Ma Junshui, Sheridan Robert P, Liaw Andy, Dahl George E, Svetnik Vladimir
Biometrics Research Department and ‡Structural Chemistry Department, Merck Research Laboratories , Rahway, New Jersey 07065, United States.
J Chem Inf Model. 2015 Feb 23;55(2):263-74. doi: 10.1021/ci500747n. Epub 2015 Feb 17.
Neural networks were widely used for quantitative structure-activity relationships (QSAR) in the 1990s. Because of various practical issues (e.g., slow on large problems, difficult to train, prone to overfitting, etc.), they were superseded by more robust methods like support vector machine (SVM) and random forest (RF), which arose in the early 2000s. The last 10 years has witnessed a revival of neural networks in the machine learning community thanks to new methods for preventing overfitting, more efficient training algorithms, and advancements in computer hardware. In particular, deep neural nets (DNNs), i.e. neural nets with more than one hidden layer, have found great successes in many applications, such as computer vision and natural language processing. Here we show that DNNs can routinely make better prospective predictions than RF on a set of large diverse QSAR data sets that are taken from Merck's drug discovery effort. The number of adjustable parameters needed for DNNs is fairly large, but our results show that it is not necessary to optimize them for individual data sets, and a single set of recommended parameters can achieve better performance than RF for most of the data sets we studied. The usefulness of the parameters is demonstrated on additional data sets not used in the calibration. Although training DNNs is still computationally intensive, using graphical processing units (GPUs) can make this issue manageable.

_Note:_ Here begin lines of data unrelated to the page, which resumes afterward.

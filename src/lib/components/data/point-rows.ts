/** Rows of a run's table: their addresses, and which of many are drawn. */

import type { RunContent } from '$lib/schemas/run';

type Timepoint = Pick<RunContent['timepoints'][0], 'source'>;

/**
 * The number by which a row is known everywhere: its row in the sheet (its column, where times run across), or its place among
 * the points, from 1, where no sheet is behind it.
 */
export const rowNumber = ({ source }: Timepoint, index: number): number =>
	source ? (source.column ?? source.row) : index + 1;

/** Where a page elsewhere links to. */
export const rowAnchor = (point: Timepoint, index: number): string => `row-${rowNumber(point, index)}`;

/** Place of the row that an address means; null where it means none of them. */
export function rowOfHash(hash: string, rows: readonly Timepoint[]): number | null {
	const found = /^#row-(\d{1,7})$/.exec(hash);
	const index = found ? rows.findIndex((point, i) => rowNumber(point, i) === Number(found[1])) : -1;
	return index < 0 ? null : index;
}

/** So many rows are drawn whole, and can be searched and printed; of more, those in sight. */
export const MOST_WHOLE = 300;
const SPARE = 12;

export interface RowWindow {
	from: number;
	to: number;
}

export function rowWindow(rows: number, scrollTop: number, height: number, rowPx: number): RowWindow {
	if (rows <= MOST_WHOLE) return { from: 0, to: rows };
	const from = Math.max(0, Math.min(rows - 1, Math.floor(scrollTop / rowPx)) - SPARE);
	return { from, to: Math.min(rows, Math.ceil((scrollTop + height) / rowPx) + SPARE) };
}
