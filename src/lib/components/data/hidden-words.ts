/** What of a sheet its file hides, in words: shown beside the picture, never dropped in silence. */
import { columnLetter } from '$lib/assay';
import type { GridSheet } from '$lib/schemas/sheet';

const MOST = 6;

function spans(list: [number, number][], name: (n: number) => string): string {
	const words = list.slice(0, MOST).map(([a, b]) => (a === b ? name(a) : `${name(a)}–${name(b)}`));
	return words.join(', ') + (list.length > MOST ? ` and ${list.length - MOST} more` : '');
}

/** Null where nothing is hidden. Spans beyond what the sheet holds are of no interest. */
export function hiddenWords(sheet: GridSheet): string | null {
	const rows = sheet.hiddenRows.filter(([first]) => first <= sheet.lastRow);
	const columns = sheet.hiddenColumns.filter(([first]) => first <= sheet.lastColumn);
	const parts = [
		...(sheet.state === 'visible' ? [] : ['this sheet']),
		...(rows.length ? [`rows ${spans(rows, String)}`] : []),
		...(columns.length ? [`columns ${spans(columns, columnLetter)}`] : [])
	];
	const filter = sheet.filter ? ` A filter is on: ${sheet.filter}.` : '';
	if (parts.length === 0) return filter ? filter.trim() : null;
	return `Hidden in the file, shown here: ${parts.join('; ')}.${filter}`;
}
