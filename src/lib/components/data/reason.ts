/** A reason that a later reader can use: five letters at the least, as the service asks. */
export const enoughReason = (reason: string): boolean => (reason.match(/\p{L}/gu) ?? []).length >= 5;
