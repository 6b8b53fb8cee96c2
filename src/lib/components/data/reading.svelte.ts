/**
 * What the reader says of an open sheet: the tables it found, those that were drawn, and how each stands. Worked out beside the
 * page; the last answer stays in sight until the next one is there.
 */
import { tick } from 'svelte';
import { Newest } from '$lib/client/reader/newest';
import type { Reader } from '$lib/client/reader/reader';
import type { Decided, DrawnPlace, Opening, Settled } from '$lib/client/reader/tasks';
import type { Proposal, TableProposal } from '$lib/schemas/sheet';

interface Ask {
	key: string;
	decided: Decided;
}

const same = (a: Decided, b: Decided): boolean =>
	a.mapping === b.mapping && a.answers === b.answers && a.corrections === b.corrections;

export class Reading {
	/** Null until the reader has looked through the sheet. */
	proposal = $state.raw<Proposal | null>(null);
	/** Why there is no answer, in words for the person. */
	failed = $state('');
	/** Whether what is shown is older than what was decided last. */
	waiting = $state(false);
	private drawn = $state.raw<Record<string, TableProposal>>({});
	private settled = $state.raw<Record<string, Settled>>({});
	private asked: readonly string[] = [];
	private last: Ask | null = null;
	private readonly newest: Newest<Ask, Settled>;

	constructor(
		private readonly reader: Reader,
		opening: Opening,
		onproposal: (proposal: Proposal) => void
	) {
		this.newest = new Newest({
			run: ({ decided }) => reader.ask('settle', decided),
			onanswer: ({ key }, settled) => {
				this.settled = { ...this.settled, [key]: settled };
				this.waiting = false;
				this.failed = '';
			},
			onfailed: () => this.fail()
		});
		reader.ask('open', opening).then(
			(proposal) => {
				this.proposal = proposal;
				onproposal(proposal);
			},
			() => this.fail()
		);
	}

	settlementOf(key: string): Settled | null {
		return this.settled[key] ?? null;
	}

	/** Settles a table as it stands now; nothing is asked twice. */
	settle(key: string, { mapping, answers, corrections }: Decided): void {
		const decided = { mapping, answers, corrections };
		if (this.last?.key === key && same(this.last.decided, decided)) return;
		this.last = { key, decided };
		this.waiting = true;
		this.newest.put(this.last);
	}

	/** When what is shown belongs to what was decided last. */
	async upToDate(): Promise<void> {
		// What was just decided is asked for once the page has taken it in.
		await tick();
		await this.newest.done();
		await tick();
	}

	drawnTable(key: string): TableProposal | null {
		return this.drawn[key] ?? null;
	}

	/** The proposal of a table that a person marked, made once. */
	async draw(place: DrawnPlace): Promise<TableProposal | null> {
		this.asked = [...this.asked, place.key];
		const table = await this.propose(place);
		if (table) this.drawn = { ...this.drawn, [place.key]: table };
		return table;
	}

	drawOnce(place: DrawnPlace): void {
		if (!this.asked.includes(place.key)) void this.draw(place);
	}

	/** A block as the reader would propose it; nothing is kept. */
	async propose(place: DrawnPlace): Promise<TableProposal | null> {
		try {
			return await this.reader.ask('draw', place);
		} catch {
			this.fail();
			return null;
		}
	}

	private fail(): void {
		this.waiting = false;
		this.failed =
			'The table could not be looked through anew; what is shown is older than your last answer. Your answers are kept: load the page again, and tell your admin if it stays so.';
	}

	close(): void {
		this.reader.close();
	}
}
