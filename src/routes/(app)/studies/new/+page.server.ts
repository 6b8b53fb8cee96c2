import { fail, redirect } from '@sveltejs/kit';
import { isEmptyRow, messagesOf, rowsOf, toCriterion } from '$lib/components/study/criteria-form';
import { studyForm } from '$lib/schemas/study';
import { posted } from '$lib/server/forms';
import { requireActor, requireGroup } from '$lib/server/hooks/actor';
import { page } from '$lib/server/http';
import { requireCan } from '$lib/server/policy';
import { createStudy } from '$lib/server/studies/create-study';
import type { PageServerLoadEvent, RequestEvent } from './$types';

export const load = page((event: PageServerLoadEvent) => {
	const groupId = requireGroup(event);
	requireCan(requireActor(event), groupId, 'study.write', 'group');
	return { groupId };
});

export const actions = {
	default: page(async (event: RequestEvent) => {
		const actor = requireActor(event);
		const form = await event.request.formData();
		// The group that the page showed, not the one chosen meanwhile in another window.
		const groupId = posted(form, 'groupId') || requireGroup(event);
		const rows = rowsOf(form).filter((row) => !isEmptyRow(row));
		const typed = { name: posted(form, 'name'), decision: posted(form, 'decision'), rows };
		const read = studyForm.safeParse({
			name: typed.name,
			decision: typed.decision,
			criteria: rows.map(toCriterion)
		});
		if (!read.success) return fail(400, { typed, errors: messagesOf(read.error.issues) });
		const study = await createStudy(actor, { ...read.data, groupId });
		redirect(303, `/studies/${study.id}/scheme`);
	})
};
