"""Tiles on which edges are drawn as numbers, and a net that reads them: whole runs without training.

A tile's red is the signed distance to the nearest edge (left positive), green and blue the edge's direction. The net
turns them into fields, so that every verb can be tried through real files, a real graph and the real tracer.
"""

from __future__ import annotations

import hashlib
import json
from collections.abc import Sequence
from itertools import pairwise
from pathlib import Path

import numpy as np
import onnx
import pyogrio
import rasterio
import shapely
from numpy.typing import ArrayLike, NDArray
from onnx import TensorProto, helper, numpy_helper
from rasterio.transform import from_origin

from roadhem.fields.inputs import DEVIATION, MEAN
from roadhem.fields.layout import NET_FIELDS, REACH_M
from roadhem.fields.model import CONTRACT

EAST, NORTH = 500_000.0, 5_600_000.0
PIXEL = 0.10
RECEPTIVE_FIELD = 16


def drawn_model(folder: Path, name: str = "drawn") -> Path:
    """Write a model folder whose net reads drawn tiles."""
    folder.mkdir(parents=True, exist_ok=True)
    weights = _graph().SerializeToString()
    (folder / "weights.onnx").write_bytes(weights)
    card = {
        **CONTRACT,
        "name": name,
        "parent": None,
        "receptive_field": RECEPTIVE_FIELD,
        "calibration": {"a": 0.0, "b": 1.0},
        "training": {},
        "scores": {},
        "weights_sha256": hashlib.sha256(weights).hexdigest(),
        "licence": "GPL-3.0-or-later",
        "version": "1",
    }
    (folder / "card.json").write_text(json.dumps(card), encoding="utf-8")
    return folder


def drawn_pixels(
    lines: Sequence[ArrayLike], size: int, *, east: float = EAST, north: float = NORTH, pixel: float = PIXEL
) -> NDArray[np.uint8]:
    """Draw edges (lists of CRS points, drive-over surface left) as (3, size, size); `north` is the upper border."""
    x = east + (np.arange(size) + 0.5) * pixel
    y = north - (np.arange(size) + 0.5) * pixel
    places = np.stack(np.meshgrid(x, y), axis=-1).reshape(-1, 2)
    pieces = [piece for line in lines for piece in pairwise(line)]
    best = np.full(len(places), np.inf)
    signed, axis = np.zeros(len(places)), np.tile([1.0, 0.0], (len(places), 1))
    for a, b in np.asarray(pieces, dtype=np.float64):
        along = (b - a) / np.hypot(*(b - a))
        rel = places - a
        foot = np.clip(rel @ along, 0, np.hypot(*(b - a)))
        away = np.hypot(*(rel - foot[:, None] * along).T)
        closer = away < best
        side = np.where(along[0] * rel[:, 1] - along[1] * rel[:, 0] >= 0, 1.0, -1.0)
        best, signed = np.where(closer, away, best), np.where(closer, side * away, signed)
        axis[closer] = along
    red = 0.5 + np.clip(signed, -REACH_M, REACH_M) / (2 * REACH_M)
    planes = np.stack([red, 0.5 + 0.5 * axis[:, 0], 0.5 + 0.5 * axis[:, 1]])
    return np.rint(255 * planes).astype(np.uint8).reshape(3, size, size)


def write_tile(
    path: Path,
    pixels: NDArray[np.generic],
    *,
    east: float = EAST,
    north: float = NORTH,
    pixel: float = PIXEL,
    crs: str | None = "EPSG:25832",
    **profile: object,
) -> Path:
    """Write (bands, H, W) as a GeoTIFF."""
    bands, height, width = pixels.shape
    with rasterio.open(
        path, "w", driver="GTiff", count=bands, height=height, width=width, dtype=pixels.dtype.name, crs=crs,
        transform=from_origin(east, north, pixel, pixel), **profile,
    ) as tile:  # fmt: skip
        tile.write(pixels)
    return path


def write_seeds(
    path: Path,
    points: Sequence[tuple[float, float] | None],
    ids: Sequence[str] | None = None,
    *,
    crs: str = "EPSG:25832",
    layer: str = "seeds",
) -> Path:
    """Write a seeds layer; None is a seed without geometry."""
    shapes = np.array([None if p is None else shapely.Point(p) for p in points], dtype=object)
    names = np.array(ids or [str(n) for n in range(1, len(points) + 1)], dtype=object)
    pyogrio.raw.write(
        str(path), shapely.to_wkb(shapes), [names], ["seed_id"], geometry_type="Point", crs=crs, layer=layer,
        driver="GPKG" if path.suffix == ".gpkg" else "GeoJSON", append=path.exists(),
    )  # fmt: skip
    return path


def _graph() -> onnx.ModelProto:
    """Fields from drawn colours: undo the scaling, pool to the stride, then write each field as a formula."""
    nodes, constants = [], {}

    def constant(name: str, *values: float) -> str:
        constants[name] = np.array(values, np.float32).reshape(1, -1, 1, 1)
        return name

    def node(kind: str, inputs: Sequence[str], output: str, **attributes: object) -> str:
        nodes.append(helper.make_node(kind, list(inputs), [output], **attributes))
        return output

    node("AveragePool", ["tiles"], "pooled", kernel_shape=[2, 2], strides=[2, 2])
    parts = ["red", "green", "blue", "valid", "rest"]
    constants["sizes"] = np.array([1, 1, 1, 1, 2], np.int64)
    nodes.append(helper.make_node("Split", ["pooled", "sizes"], parts, axis=1))
    deviation, mean = constant("deviation", DEVIATION), constant("mean", MEAN)
    half, two, one = constant("half", 0.5), constant("two", 2.0), constant("one", 1.0)
    for colour in parts[:3]:
        scaled = node("Mul", [colour, deviation], f"{colour}_scaled")
        node("Sub", [node("Add", [scaled, mean], f"{colour}_01"), half], f"{colour}_centred")
    signed = node("Mul", ["red_centred", constant("span", 2 * REACH_M)], "signed")
    ax, ay = (node("Mul", [f"{c}_centred", two], a) for c, a in (("green", "ax"), ("blue", "ay")))
    away = node("Div", [node("Abs", [signed], "abs"), constant("reach", REACH_M)], "away")
    near = node("Mul", [node("Sub", [one, away], "near"), "valid"], "nearness")
    zero = node("Mul", [near, constant("nothing", 0.0)], "zero")
    full = node("Add", [zero, one], "full")
    dx = node("Mul", [signed, ay], "dx")
    dy = node("Neg", [node("Mul", [signed, ax], "signed_ax")], "dy")
    xx, yy = node("Mul", [ax, ax], "xx"), node("Mul", [ay, ay], "yy")
    cos2 = node("Sub", [xx, yy], "cos2")
    sin2 = node("Mul", [node("Mul", [ax, ay], "xy"), two], "sin2")
    sigma = node("Add", [zero, constant("log_sigma", float(np.log(0.04)))], "sigma")
    surface = node("Sigmoid", [node("Mul", [signed, constant("steep", 8.0)], "steeper")], "surface")
    given = {
        "nearness": near, "other": zero, "dx": dx, "dy": dy, "cos2": cos2, "sin2": sin2, "log_sigma": sigma,
        "raised": full, "lowered": zero, "flush": zero, "seen": full, "shadow": zero, "hidden": zero,
        "surface": surface,
    }  # fmt: skip
    node("Concat", [given[name] for name in NET_FIELDS], "fields", axis=1)
    graph = helper.make_graph(
        nodes,
        "drawn",
        [helper.make_tensor_value_info("tiles", TensorProto.FLOAT, [1, 6, "height", "width"])],
        [helper.make_tensor_value_info("fields", TensorProto.FLOAT, [1, len(NET_FIELDS), "rows", "cols"])],
        [numpy_helper.from_array(value, name) for name, value in constants.items()],
    )
    return helper.make_model(graph, opset_imports=[helper.make_opsetid("", 17)], ir_version=8)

神经网络在20世纪90年代被广泛用于定量构效关系(QSAR)研究。由于各种实际问题(例如,处理大问题时速度慢、难以训练、容易过拟合等),它们在21世纪初被支持向量机(SVM)和随机森林(RF)等更强大的方法所取代。在过去十年中,由于防止过拟合的新方法、更高效的训练算法以及计算机硬件的进步,神经网络在机器学习领域得以复兴。特别是深度神经网络(DNN),即具有多个隐藏层的神经网络,在许多应用中都取得了巨大成功,如计算机视觉和自然语言处理。在此我们表明,在从默克公司药物发现工作中获取的一组多样化的大型QSAR数据集上,DNN通常能比RF做出更好的前瞻性预测。DNN所需的可调参数数量相当大,但我们的结果表明,无需针对单个数据集对其进行优化,对于我们研究的大多数数据集,一组推荐参数就能比RF实现更好的性能。这些参数在未用于校准的其他数据集上也证明了其有效性。尽管训练DNN在计算上仍然很密集,但使用图形处理单元(GPU)可以使这个问题得到控制。